I'm more than pretty happy with my azonic 420 flats. That being said, everyones got their preferences. I also love specialized magnesium flats, not sure of the proper name of them though.


----------



## jmallory (Jul 29, 2008)

I've been using the Wellgo 
MG-1s for over a year on 2 bikes and they have been great. A little thick, but light and cheap. No complaints.


----------



## [email protected] (Dec 29, 2003)

The Wah Wah's are nice for the $. If you want something similar, but without Kona on it the Diety Decoy 2.0 pedals are made very similar for the same price.

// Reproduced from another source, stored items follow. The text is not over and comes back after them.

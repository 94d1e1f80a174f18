"""Speed of socfuse's EKF beside its own exported C, filterpy, and the cross-cell batch kernel.

Run from the repository root::

    python benchmarks/speed.py [--rounds 7] [--filterpy-steps 3000] [--no-c]

What is timed, in one run, on the same inputs:

- socfuse single stream: the compiled kernel (``estimator.filters.kernels.ekf_run``, the filter
  ``run_ekf`` calls) on the demo day ``datasets/c48_day_lunch.csv`` (1 Hz, 7.4 h) with the demo
  cell's model (``socfuse.estimator.demo.truth.truth_cell_model``: 2 RC pairs, hysteresis,
  temperature tables) and its default settings, and the same model on the real 10 Hz Panasonic
  18650PF drive cycle (Kollmeyer 2018, doi:10.17632/wykht8y7tg.1; timing only) when
  ``../shared/realdata`` (or ``SOCFUSE_REALDATA``) is present.  Also the monitored run that
  ``socfuse estimate`` uses (input checks, health monitor, baseline; Python set-up included).
- the C99 code socfuse exports (``export_c``, float32, monitored step ``sfx_step``), compiled
  with the system ``cc -O2`` and timed by a small generated C driver over the same samples
  (skipped with the reason when there is no compiler).
- filterpy's ``ExtendedKalmanFilter`` written the usual way: the state transition, its Jacobian
  and the measurement Jacobian in Python/numpy (``np.interp`` on the model's tables), nothing of
  socfuse's compiled code; on the first ``--filterpy-steps`` samples of the demo day.
- the cross-cell batch kernel (``estimator.filters.batch.run_ekf_cells``, final state only) at
  1, 100 and 10,000 cells (capacity scales 0.95..1.05; 10,000 cells on the first 2,000 samples),
  in million cell-steps per CPU-second (and per wall-clock second), beside the older
  recording-parallel ``kernels.ekf_run_batch`` at 100 cells.

- start-up, wall-clock: ``socfuse --help``, and a warm ``socfuse estimate -o trace.csv`` of the
  real 10 Hz drive cycle 1 (3.0 h, a model from ``socfuse identify`` on the Panasonic C/20 and HPPC
  files) read from a canonical CSV and from the dataset's ``.mat`` (targets: 0.3 s and 1.0 s).
  Warm: bytecode written, numba's on-disk cache filled, the files in the page cache.  Only this
  part: ``python benchmarks/speed.py --startup-only``.

Clock: the process CPU clock (``time.process_time``; for the batch it sums both cores), min and
median of ``--rounds`` rounds.  The machine has 2 cores shared with other work: the load
average is printed, and figures move with it.  The last line is
``ns_per_step=.. ratio_vs_filterpy=.. ratio_vs_c=.. batch_msteps_per_cpu_s=.. help_wall_s=..
estimate_wall_s=.. estimate_mat_wall_s=..`` (demo day;
``ratio_vs_filterpy`` = filterpy time / ours, ``ratio_vs_c`` = exported C time / ours, above 1
when socfuse is faster, ``nan`` when the C was skipped; batch at 10,000 cells).
"""
from __future__ import annotations

import argparse
import os
import shutil
import subprocess
import sys
import tempfile
import time
from pathlib import Path

import numpy as np

REPO = Path(__file__).resolve().parents[1]
sys.path.insert(0, str(REPO))

from socfuse.estimator.demo.truth import truth_cell_model  # noqa: E402
from socfuse.estimator.filters import kernels as K  # noqa: E402
from socfuse.estimator.filters.batch import run_ekf_cells  # noqa: E402
from socfuse.estimator.filters.ekf import initial_soc, prior, recording_arrays, run_ekf, setup  # noqa: E402
from socfuse.estimator.filters.settings import default_settings  # noqa: E402
from socfuse.models import Recording  # noqa: E402
from socfuse.models.loaders import load_recording  # noqa: E402

CLOCK = time.process_time
DAY = REPO / "datasets" / "c48_day_lunch.csv"
DRIVE = "panasonic_18650pf/drive_cycles/03-18-17_02.17 25degC_Cycle_1_Pan18650PF.mat"


def _stats(times, n):
    a = np.sort(np.asarray(times)) / n * 1e9
    return float(a[0]), float(np.median(a))


def real_recording():
    root = Path(os.environ.get("SOCFUSE_REALDATA", REPO.parent / "shared" / "realdata"))
    path = root / DRIVE
    if not path.exists():
        return None
    from scipy.io import loadmat
    meas = loadmat(path, squeeze_me=True, struct_as_record=False)["meas"]
    t = np.asarray(meas.Time, dtype=float)
    i = -np.asarray(meas.Current, dtype=float)     # the dataset's sign is + = charge
    v = np.asarray(meas.Voltage, dtype=float)
    temp = np.asarray(meas.Battery_Temp_degC, dtype=float)
    keep = np.ones(t.size, dtype=bool)
    last = -np.inf
    for k in range(t.size):                         # strictly increasing times only
        keep[k] = t[k] > last
        last = max(last, t[k])
    return Recording(t[keep], i[keep], v[keep], temp[keep], name="panasonic drive cycle 1 (10 Hz)")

If price is not an issue then the Point One Racing Podium pedal are my favorites. A great combination of low profile with traditional pedal feel.


----------



## Daniel O. (Feb 17, 2011)

My understanding is HT makes the Diety Decoys. HT also makes a magnesium version under their own brand (the pedal is #MN01). Since I'm not very hard on my gear and not very heavy I'm going to give them a shot. I received them yesterday, quality appears to be great. We'll see how well they hold up. If they hold up I think they will be fairly hard to beat for the budget minded. They certainly aren't the lightest (~365g pair) or the thinnest (17mm) but at under $60 shipped to your door it's hard to ask for more (unless of course they prove to be unreliable).


----------